-- Instructions to follow --
When the line with "self.refused = StructSet::EMPTY;" appears below, start repeating lines exactly, and keep going through the line with "self.issue_stage(now);"; add nothing outside that span.

-- Material shown --
━━━

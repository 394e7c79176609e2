//! Run counters kept by an observer: retired instructions by class and branch
//! prediction outcomes (the caches count their own refusals).

use crate::observer::Observer;
use overlap_isa::{DynInst, OpClass};
use serde::{Deserialize, Serialize};

/// Branch prediction figures.
#[derive(Clone, Debug, Default, PartialEq, Serialize, Deserialize)]
pub struct Branches {
    /// Conditional branches fetched.
    pub conditional: u64,
    /// Conditional branches mispredicted.
    pub conditional_mispredicts: u64,
    /// Jumps (JAL, JALR) fetched.
    pub jumps: u64,
    /// Jumps whose target was mispredicted.
    pub jump_mispredicts: u64,
    /// All mispredictions per thousand retired instructions.
    pub mpki: f64,
}

/// Counts kept while a run goes.
#[derive(Clone, Debug, Default, PartialEq, Serialize, Deserialize)]
pub struct Counters {
    /// Retired instructions per op class (`Alu`, `Load`, ...).
    pub retired_by_class: [u64; 8],
    /// Branch figures.
    pub branches: Branches,
}

impl Observer for Counters {
    fn measure_start(&mut self, _cycle: u64) {
        *self = Counters::default();
    }

    fn branch(&mut self, _cycle: u64, _seq: u64, inst: &DynInst, correct: bool) {
        let b = &mut self.branches;
        if inst.class == OpClass::Branch {
            b.conditional += 1;
            b.conditional_mispredicts += u64::from(!correct);
        } else {
            b.jumps += 1;
            b.jump_mispredicts += u64::from(!correct);
        }
    }

    fn commit(&mut self, _cycle: u64, _seq: u64, inst: &DynInst) {
        self.retired_by_class[inst.class as usize] += 1;
    }
}
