//! Reservation stations: named pools of entries, each accepting some op
//! classes, holding dispatched instructions until they issue.
//!
//! Dispatch appends an entry (entries stay in age order); issue scans every
//! station for entries whose sources are ready and removes the ones it picks.

use crate::config::{StationConfig, UnitKind};
use crate::rename::PhysReg;
use overlap_isa::OpClass;

#[derive(Clone, Copy, Debug)]
pub(crate) struct StationEntry {
    pub seq: u64,
    pub srcs: [PhysReg; 2],
    pub unit: UnitKind,
    pub class: OpClass,
}

#[derive(Debug)]
pub(crate) struct Station {
    pub capacity: usize,
    pub entries: Vec<StationEntry>,
}

impl Station {
    pub(crate) fn new(cfg: &StationConfig) -> Station {
        let capacity = cfg.entries as usize;
        Station {
            capacity,
            entries: Vec::with_capacity(capacity),
        }
    }

    pub(crate) fn is_full(&self) -> bool {
        self.entries.len() >= self.capacity
    }
}

/// Which stations accept each op class, in configuration order.
pub(crate) fn stations_by_class(cfgs: &[StationConfig]) -> [Vec<u8>; 8] {
    let mut out: [Vec<u8>; 8] = Default::default();
    for (i, s) in cfgs.iter().enumerate() {
        for c in &s.accepts {
            let list = &mut out[*c as usize];
            if !list.contains(&(i as u8)) {
                list.push(i as u8);
            }
        }
    }
    out
}
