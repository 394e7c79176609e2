//! Configuration of a whole machine: the core's sizes and widths, the branch
//! predictor, and the memory pipeline (whose types live in `overlap-mem`, next
//! to the structures they configure).
//!
//! A configuration is RON text deserialised with serde: unknown fields are
//! rejected, omitted fields take their defaults, and [`Config::validate`]
//! reports every invalid value at once with its path. [`Config::set`] changes
//! one field by its dotted path (`l1d.mshrs`, `core.rob_entries`), the value
//! written in RON syntax, which is how the command line's `--set` works.

use overlap_isa::OpClass;
use overlap_mem::{
    BankConfig, CacheConfig, CacheMode, ConfigProblem, DramConfig, HierarchyConfig, PrefetchConfig,
    PrefetchKind, Replacement,
};
use serde::{Deserialize, Serialize};
use std::fmt;

/// The whole machine.
#[derive(Clone, Debug, PartialEq, Serialize, Deserialize)]
#[serde(deny_unknown_fields, default)]
pub struct Config {
    /// The out-of-order core.
    pub core: CoreConfig,
    /// Branch prediction.
    pub predictor: PredictorConfig,
    /// Instruction cache; `None` means a perfect one.
    pub l1i: Option<CacheConfig>,
    /// First-level data cache.
    pub l1d: CacheConfig,
    /// Second-level cache.
    pub l2: CacheConfig,
    /// Optional third-level cache.
    pub l3: Option<CacheConfig>,
    /// Main memory.
    pub dram: DramConfig,
    /// Data prefetcher attached to the L1D.
    pub prefetch: PrefetchConfig,
}

impl Default for Config {
    fn default() -> Self {
        // The memory side's defaults live next to the memory structures.
        let HierarchyConfig {
            l1i,
            l1d,
            l2,
            l3,
            dram,
            prefetch,
        } = HierarchyConfig::default();
        Config {
            core: CoreConfig::default(),
            predictor: PredictorConfig::default(),
            l1i,
            l1d,
            l2,
            l3,
            dram,
            prefetch,
        }
    }
}

/// How a load decides that it may pass older stores.
#[derive(Clone, Copy, Debug, PartialEq, Eq, Serialize, Deserialize)]
pub enum Disambiguation {
    /// A load waits until every older store has computed its address.
    Conservative,
    /// A load waits only for older stores whose bytes truly overlap its own.
    Perfect,
}

/// The kinds of functional unit.
#[derive(Clone, Copy, Debug, PartialEq, Eq, PartialOrd, Ord, Hash, Serialize, Deserialize)]
pub enum UnitKind {
    /// Integer ALU (also runs system instructions).
    Alu,
    /// Branch and jump unit.
    Branch,
    /// Integer multiplier.
    Mul,
    /// Integer divider.
    Div,
    /// Load port: address generation, then the L1D access.
    Load,
    /// Store port: address and data generation.
    Store,
}

impl UnitKind {
    /// Every kind, in declaration order.
    pub const ALL: [UnitKind; 6] = [
        UnitKind::Alu,
        UnitKind::Branch,
        UnitKind::Mul,
        UnitKind::Div,
        UnitKind::Load,
        UnitKind::Store,
    ];

    /// The unit that executes an op class.
    pub fn for_class(class: OpClass) -> UnitKind {
        match class {
            OpClass::Alu | OpClass::System => UnitKind::Alu,
            OpClass::Branch | OpClass::Jump => UnitKind::Branch,
            OpClass::Mul => UnitKind::Mul,
            OpClass::Div => UnitKind::Div,
            OpClass::Load => UnitKind::Load,
            OpClass::Store => UnitKind::Store,
        }
    }

    /// Index into per-kind tables.
    pub fn index(self) -> usize {
        self as usize
    }
}

/// One reservation station.
#[derive(Clone, Debug, PartialEq, Eq, Serialize, Deserialize)]
#[serde(deny_unknown_fields)]
pub struct StationConfig {
    /// Name, used in ledger keys (`rs.<name>`).
    pub name: String,
    /// Number of entries.
    pub entries: u32,
    /// Op classes this station accepts.
    pub accepts: Vec<OpClass>,
}

/// A pool of identical functional units.
#[derive(Clone, Debug, PartialEq, Eq, Serialize, Deserialize)]
#[serde(deny_unknown_fields)]
pub struct UnitConfig {
    /// What the units execute.
    pub class: UnitKind,
    /// How many there are.
    pub count: u32,
    /// Cycles from issue to result.
    pub latency: u32,
    /// Whether a unit accepts a new operation every cycle.
    pub pipelined: bool,
}

/// The out-of-order core.
#[derive(Clone, Debug, PartialEq, Serialize, Deserialize)]
#[serde(deny_unknown_fields, default)]
pub struct CoreConfig {
    /// Instructions fetched per cycle.
    pub fetch_width: u32,
    /// Instructions renamed and dispatched per cycle.
    pub dispatch_width: u32,
    /// Instructions issued to functional units per cycle.
    pub issue_width: u32,
    /// Instructions retired per cycle.
    pub commit_width: u32,
    /// Cycles from fetch to dispatch.
    pub frontend_depth: u32,
    /// Reorder buffer entries.
    pub rob_entries: u32,
    /// Load queue entries.
    pub lq_entries: u32,
    /// Store queue entries.
    pub sq_entries: u32,
    /// Physical integer registers (32 hold the architectural state).
    pub phys_regs: u32,
    /// Reservation stations.
    pub stations: Vec<StationConfig>,
    /// Functional units.
    pub units: Vec<UnitConfig>,
    /// Load/store disambiguation policy.
    pub disambiguation: Disambiguation,
    /// Cycles from a load's address to its data when a store forwards it.
    pub forward_cycles: u32,
    /// Cycles without a commit after which the run stops with a model-deadlock error.
    pub watchdog_cycles: u64,
}

impl Default for CoreConfig {
    fn default() -> Self {
        use OpClass::*;
        CoreConfig {
            fetch_width: 4,
            dispatch_width: 4,
            issue_width: 6,
            commit_width: 4,
            frontend_depth: 5,
            rob_entries: 128,
            lq_entries: 32,
            sq_entries: 24,
            phys_regs: 160,
            stations: vec![
                StationConfig {
                    name: "int".into(),
                    entries: 32,
                    accepts: vec![Alu, Branch, Jump, Mul, Div, System],
                },
                StationConfig {
                    name: "mem".into(),
                    entries: 24,
                    accepts: vec![Load, Store],
                },
            ],
            units: vec![
                UnitConfig {
                    class: UnitKind::Alu,
                    count: 3,
                    latency: 1,
                    pipelined: true,
                },
                UnitConfig {
                    class: UnitKind::Branch,
                    count: 1,
                    latency: 1,
                    pipelined: true,
                },
                UnitConfig {
                    class: UnitKind::Mul,
                    count: 1,
                    latency: 3,
                    pipelined: true,
                },
                UnitConfig {
                    class: UnitKind::Div,
                    count: 1,
                    latency: 20,
                    pipelined: false,
                },
                UnitConfig {
                    class: UnitKind::Load,
                    count: 2,
                    latency: 1,
                    pipelined: true,
                },
                UnitConfig {
                    class: UnitKind::Store,
                    count: 1,
                    latency: 1,
                    pipelined: true,
                },
            ],
            disambiguation: Disambiguation::Conservative,
            forward_cycles: 1,
            watchdog_cycles: 100_000,
        }
    }
}

/// Direction predictor kinds.
#[derive(Clone, Copy, Debug, PartialEq, Eq, Serialize, Deserialize)]
pub enum PredictorKind {
    /// Every branch predicted correctly.
    Perfect,
    /// Conditional branches predicted not taken.
    NotTaken,
    /// A table of two-bit saturating counters indexed by pc.
    Bimodal,
    /// Two-bit counters indexed by pc xor global history.
    Gshare,
}

/// Branch prediction.
#[derive(Clone, Debug, PartialEq, Eq, Serialize, Deserialize)]
#[serde(deny_unknown_fields, default)]
pub struct PredictorConfig {
    /// Direction predictor.
    pub kind: PredictorKind,
    /// log2 of the number of two-bit counters (bimodal and gshare).
    pub table_bits: u32,
    /// Global history bits (gshare).
    pub history_bits: u32,
    /// Return-address stack entries (0 disables it).
    pub ras_entries: u32,
    /// log2 of the number of entries of the indirect-target table.
    pub target_bits: u32,
}

impl Default for PredictorConfig {
    fn default() -> Self {
        PredictorConfig {
            kind: PredictorKind::Gshare,
            table_bits: 12,
            history_bits: 12,
            ras_entries: 16,
            target_bits: 9,
        }
    }
}

/// The names of the built-in presets.
pub const PRESETS: [&str; 3] = ["blocking", "hit-under-miss", "miss-under-miss"];
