impl<'a, O: Observer> Pipeline<'a, O> {
    pub(crate) fn new(
        cfg: &'a Config,
        machine: Machine,
        mem: Hierarchy,
        max_insts: Option<u64>,
        obs: O,
    ) -> Self {
        let core = &cfg.core;
        let mut units: [Option<UnitPool>; 6] = Default::default();
        for u in &core.units {
            units[u.class.index()] = Some(UnitPool::new(u));
        }
        let n_stations = core.stations.len() as StructureId;
        let line_bytes = cfg.l1i.as_ref().map(|c| u64::from(c.line_bytes));
        Pipeline {
            cfg,
            obs,
            machine,
            mem,
            front: FrontEnd::new(core, line_bytes, max_insts),
            rob: Rob::new(core.rob_entries as usize),
            rename: Rename::new(core.phys_regs as usize),
            stations: core.stations.iter().map(Station::new).collect(),
            class_stations: stations_by_class(&core.stations),
            units,
            lq: Ring::new(core.lq_entries as usize),
            sq: StoreQueue {
                ring: Ring::new(core.sq_entries as usize),
                committed: 0,
                sent: 0,
            },
            pending_loads: Vec::with_capacity(core.lq_entries as usize),
            pending_store_data: Vec::with_capacity(core.sq_entries as usize),
            regs_id: Structure::FIRST_STATION + n_stations,
            rob_id: Structure::FIRST_STATION + n_stations + 1,
            mem_gen: 0,
            active: false,
            refused: StructSet::EMPTY,
            mem_waiting: StructSet::EMPTY,
            commits: 0,
            retired: 0,
            last_commit: 0,
            measure_pc: None,
            roi: None,
            completions: Vec::with_capacity(64),
            scratch: Vec::with_capacity(64),
        }
    }

    /// The result of instruction `seq` is ready at `cycle`.
    pub(crate) fn finish(&mut self, seq: u64, cycle: u64) {
        let e = self.rob.get_mut(seq);
        e.done = cycle;
        let dst = e.dst;
        self.rename.set_ready(dst, cycle);
        self.active = true;
        self.obs.complete(cycle, seq);
    }

    /// Run to the end of the program (or the instruction limit).
    pub(crate) fn run(&mut self, step_every_cycle: bool) -> Result<Finished, crate::RunError> {
        let mut now = 0u64;
        loop {
            self.cycle(now)?;
            let state = self.summary(now);
            if self.front.is_drained() && self.rob.is_empty() && self.sq.ring.is_empty() {
                self.obs.cycles(now, 1, &state);
                let (start, before) = self.roi.unwrap_or((0, 0));
                return Ok(Finished {
                    cycles: now + 1 - start,
                    instructions: self.retired - before,
                    end: now + 1,
                    warmup: self.roi,
                });
            }
            let deadline = self.last_commit + self.cfg.core.watchdog_cycles;
            if now >= deadline {
                self.obs.cycles(now, 1, &state);
                return Err(crate::RunError::Deadlock(Box::new(self.deadlock_dump(now))));
            }
            let next = if self.active || step_every_cycle {
                now + 1
            } else {
                self.next_event(now).min(deadline).max(now + 1)
            };
            self.obs.cycles(now, next - now, &state);
            now = next;
        }
    }

    /// The earliest cycle after `now` at which anything is scheduled.
    fn next_event(&mut self, now: u64) -> u64 {
        // Results, addresses and store writes scheduled for later cycles.
        let later = |t: u64| if t > now { t } else { NOT_YET };
        let mut next = self
            .rob
            .iter()
            .map(|e| later(e.done))
            .min()
            .unwrap_or(NOT_YET);
        for &li in &self.pending_loads {
            if let LoadState::Agu(at) = self.lq.get(li).state {
                next = next.min(later(at));
            }
        }
        for si in self.sq.ring.head..self.sq.ring.tail {
            let s = self.sq.ring.get(si);
            next = next.min(later(s.written_at)).min(later(s.addr_at));
        }
        for pool in self.units.iter().flatten() {
            next = next.min(later(pool.busy_until()));
        }
        if let Some(t) = self.mem.next_event() {
            next = next.min(t);
        }
        if let Some(t) = self.front.next_event(now) {
            next = next.min(t);
        }
        next
    }

    fn cycle(&mut self, now: u64) -> Result<(), crate::RunError> {
        self.active = false;
        self.refused = StructSet::EMPTY;
        self.commits = 0;
        if self.mem.next_event().is_some_and(|t| t <= now) {
            self.deliver(now);
        }
        self.retire_written_stores(now);
        self.commit_stage(now);
        self.memory_stage(now);
        self.issue_stage(now);
        self.dispatch_stage(now);
        self.fetch_stage(now)?;
        Ok(())
    }

    /// Take the memory side's completions up to `now`.
    fn deliver(&mut self, now: u64) {
        let mut completions = std::mem::take(&mut self.completions);
        self.mem.advance(now, &mut completions);
        self.mem_gen += 1;
        self.active = true;
        for c in completions.drain(..) {
            match c.kind {
                AccessKind::Load => self.finish(c.id, c.cycle),
                AccessKind::Store => self.store_written(c.id, c.cycle),
                AccessKind::Fetch => self.front.icache_filled(c.cycle),
            }
        }
        self.completions = completions;
    }

    /// The issue stage: oldest ready entries first, up to the issue width and
    /// the free units.
    fn issue_stage(&mut self, now: u64) {
        let mut cands = std::mem::take(&mut self.scratch);
        cands.clear();
        for (si, st) in self.stations.iter().enumerate() {
            for (ei, e) in st.entries.iter().enumerate() {
                if e.srcs.iter().all(|&p| self.rename.ready_at(p) <= now)
                    && (e.class != OpClass::Load
                        || self.load_may_issue(self.rob.get(e.seq).lsq, now))
                {
                    cands.push((e.seq, si as u8, ei as u32));
                }
            }
        }
        cands.sort_unstable_by_key(|c| c.0);
        let mut issued = 0;
        let mut taken_any = false;
        for &(seq, si, ei) in cands.iter() {
            if issued == self.cfg.core.issue_width {
                break;
            }
            let entry = self.stations[si as usize].entries[ei as usize];
            let Some(pool) = self.units[entry.unit.index()].as_mut() else {
                continue;
            };
            if !pool.try_take(now) {
                continue;
            }
            let latency = pool.latency;
            issued += 1;
            taken_any = true;
            // Mark for removal; entries are compacted after the loop.
            self.stations[si as usize].entries[ei as usize].seq = u64::MAX;
            self.execute(seq, entry.unit, now, latency);
        }
        if taken_any {
            for st in &mut self.stations {
                st.entries.retain(|e| e.seq != u64::MAX);
            }
        }
        self.scratch = cands;
    }

    /// Start executing an issued instruction.
    fn execute(&mut self, seq: u64, unit: UnitKind, now: u64, latency: u64) {
        self.active = true;
        self.obs.issue(now, seq);
        let e = self.rob.get_mut(seq);
        e.issued = true;
        let lsq = e.lsq;
        let mispredicted = e.mispredicted;
        let done = now + latency;
        match unit {
            UnitKind::Load => {
                self.lq.get_mut(lsq).state = LoadState::Agu(done);
                let pos = self.pending_loads.partition_point(|&li| li < lsq);
                self.pending_loads.insert(pos, lsq);
            }
            UnitKind::Store => {
                // The address is ready at `done`; the store completes when its data is.
                let data = self.rob.get(seq).srcs[1];
                let ready = self.rename.ready_at(data);
                let s = self.sq.ring.get_mut(lsq);
                s.addr_at = done;
                if ready == NOT_YET {
                    self.pending_store_data.push(seq);
                } else {
                    s.data_at = ready;
                    self.finish(seq, done.max(ready));
                }
            }
            _ => {
                self.finish(seq, done);
                if mispredicted {
                    self.front.resolve(seq, done);
                }
            }
        }
    }

    /// What the oldest instruction waits for at the end of cycle `now`.
    fn oldest_waiting(&self, now: u64) -> Waiting {
        let Some(e) = self.rob.head() else {
            return if !self.sq.ring.is_empty() {
                Waiting::StoreDrain
            } else {
                Waiting::Empty
            };
        };
        if e.done <= now {
            return Waiting::Retire;
        }
        if e.inst.class == OpClass::Load {
            return match self.lq.get(e.lsq).state {
                LoadState::Waiting => {
                    if e.srcs.iter().any(|&p| self.rename.ready_at(p) > now) {
                        Waiting::Operands
                    } else if !self.load_may_issue(e.lsq, now) {
                        Waiting::LoadStore
                    } else {
                        Waiting::Issue
                    }
                }
                LoadState::Agu(_) | LoadState::Access => Waiting::Agu,
                LoadState::Refused(overlap_mem::Refusal::Locked, _) => Waiting::LoadLockup,
                LoadState::Refused(..) => Waiting::LoadMshr,
                LoadState::StoreWrite(_) | LoadState::StoreData(_) | LoadState::Forwarded => {
                    Waiting::LoadStore
                }
                LoadState::InFlight(level) => Waiting::load_from(level),
            };
        }
        if !e.issued {
            return if e.srcs.iter().any(|&p| self.rename.ready_at(p) > now) {
                Waiting::Operands
            } else {
                Waiting::Issue
            };
        }
        match UnitKind::for_class(e.inst.class) {
            UnitKind::Alu => Waiting::Alu,
            UnitKind::Branch => Waiting::Branch,
            UnitKind::Mul => Waiting::Mul,
            UnitKind::Div => Waiting::Div,
            UnitKind::Store if self.rename.ready_at(e.srcs[1]) > now => Waiting::Operands,
            UnitKind::Load | UnitKind::Store => Waiting::Agu,
        }
    }

    /// The end-of-cycle summary for the observers.
    fn summary(&self, now: u64) -> CycleState {
        let mut refusing = self.refused;
        refusing.0 |= self.mem_waiting.0;
        let mut has_free = StructSet::EMPTY;
        if !self.mem.is_locked(CacheId::L1d) {
            has_free.insert(Structure::LOCKUP);
        }
        if self.mem.free_mshrs(CacheId::L1d) > 0 {
            has_free.insert(Structure::MSHR);
        }
        if !self.lq.is_full() {
            has_free.insert(Structure::LQ);
        }
        if !self.sq.ring.is_full() {
            has_free.insert(Structure::SQ);
        }
        for (i, st) in self.stations.iter().enumerate() {
            if !st.is_full() {
                has_free.insert(Structure::FIRST_STATION + i as StructureId);
            }
        }
        if self.rename.free_count() > 0 {
            has_free.insert(self.regs_id);
        }
        if !self.rob.is_full() {
            has_free.insert(self.rob_id);
        }
        CycleState {
            commits: self.commits,
            refusing,
            has_free,
            front: self.front.state(now),
            oldest: self.oldest_waiting(now),
            l1d_misses: self.mem.outstanding_demand_misses(CacheId::L1d),
            dram_reads: self.mem.outstanding_dram_reads(),
        }
    }

    /// Everything a person needs to see why the model stopped retiring.
    fn deadlock_dump(&self, now: u64) -> crate::DeadlockDump {
        let names = structure_names(self.cfg);
        let state = self.summary(now);
        let full = names
            .iter()
            .enumerate()
            .filter(|(i, _)| !state.has_free.contains(*i as StructureId))
            .map(|(_, n)| n.clone())
            .collect();
        let oldest = self
            .rob
            .iter()
            .take(8)
            .map(|e| {
                let detail = if e.inst.class == OpClass::Load {
                    format!("{:?}", self.lq.get(e.lsq).state)
                } else if e.issued {
                    format!("issued, done at {}", e.done)
                } else {
                    "waiting to issue".to_string()
                };
                format!("#{} pc {:#x} {}: {}", e.seq, e.inst.pc, e.inst.inst, detail)
            })
            .collect();
        crate::DeadlockDump {
            cycle: now,
            last_commit: self.last_commit,
            oldest,
            full,
            front_end: self.front.describe(now),
            outstanding: self.mem.describe_outstanding(),
        }
    }
}
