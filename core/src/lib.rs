//! The out-of-order timing core for overlap: configuration, the cycle-level
//! machine, the cycle ledger and run statistics.
//!
//! Invariants: the core never computes values (the functional model in
//! `overlap-isa` does); it reaches memory only through `overlap-mem`'s interface.
#![deny(missing_docs)]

━━━

-- Exercise output --
        self.refused = StructSet::EMPTY;
        self.commits = 0;
        if self.mem.next_event().is_some_and(|t| t <= now) {
            self.deliver(now);
        }
        self.retire_written_stores(now);
        self.commit_stage(now);
        self.memory_stage(now);
        self.issue_stage(now);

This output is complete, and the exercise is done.